▶ _Work instructions_
Only the count is wanted here: how many lines of the entries hold the string "GraphNode"?

- Opening Delimiter -

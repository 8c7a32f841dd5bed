/** The rate laws a simulate or fit cell integrates: the ones it names, then those whose states they read, transitively. */
import type { Binding, Law, RunContext } from '../engine/node.ts';
import { cellRef } from '../engine/node.ts';
import { FieldError } from './fields.ts';

/** The laws of the rate cells `ids` (at `path`) and of the cells whose states they read. */
export function collectLaws(ids: readonly string[], path: string, ctx: RunContext): Law[] {
  const laws: Law[] = [];
  const seen = new Set<string>();
  const add = (id: string, at: string) => {
    if (seen.has(id)) return;
    const b = ctx.binding(cellRef(id));
    if (b?.kind !== 'law') throw new FieldError({ kind: 'invalid', path: at, message: `cell "${id}" is not a rate cell` });
    seen.add(id);
    laws.push((b as Extract<Binding, { kind: 'law' }>).law);
  };
  ids.forEach((id, i) => add(id, `${path}[${i}]`));
  for (let i = 0; i < laws.length; i++) for (const [, owner] of laws[i].states) add(owner, path);
  return laws;
}
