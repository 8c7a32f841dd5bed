/** A note cell: text only. It defines and reads nothing; its text is never run or rendered as HTML. */
import type { NoteCell } from '../study/types.ts';
import type { GraphNode } from '../engine/node.ts';
import type { NodeOutput } from '../engine/report.ts';

export function noteNodes(cell: NoteCell, at: string): Array<GraphNode<NodeOutput<'note'>>> {
  const problems = typeof cell.text === 'string' ? [] : [{ kind: 'shape' as const, path: `${at}.text`, message: 'text must be text' }];
  return [{
    key: `${cell.id}/note`,
    cell: cell.id,
    defines: [],
    uses: [],
    allowsTime: false,
    signature: JSON.stringify(cell.text ?? null),
    problems,
    run: () => ({ ok: true, bindings: new Map(), output: {} }),
  }];
}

- Closing Delimiter -

▶ _Written answer_
2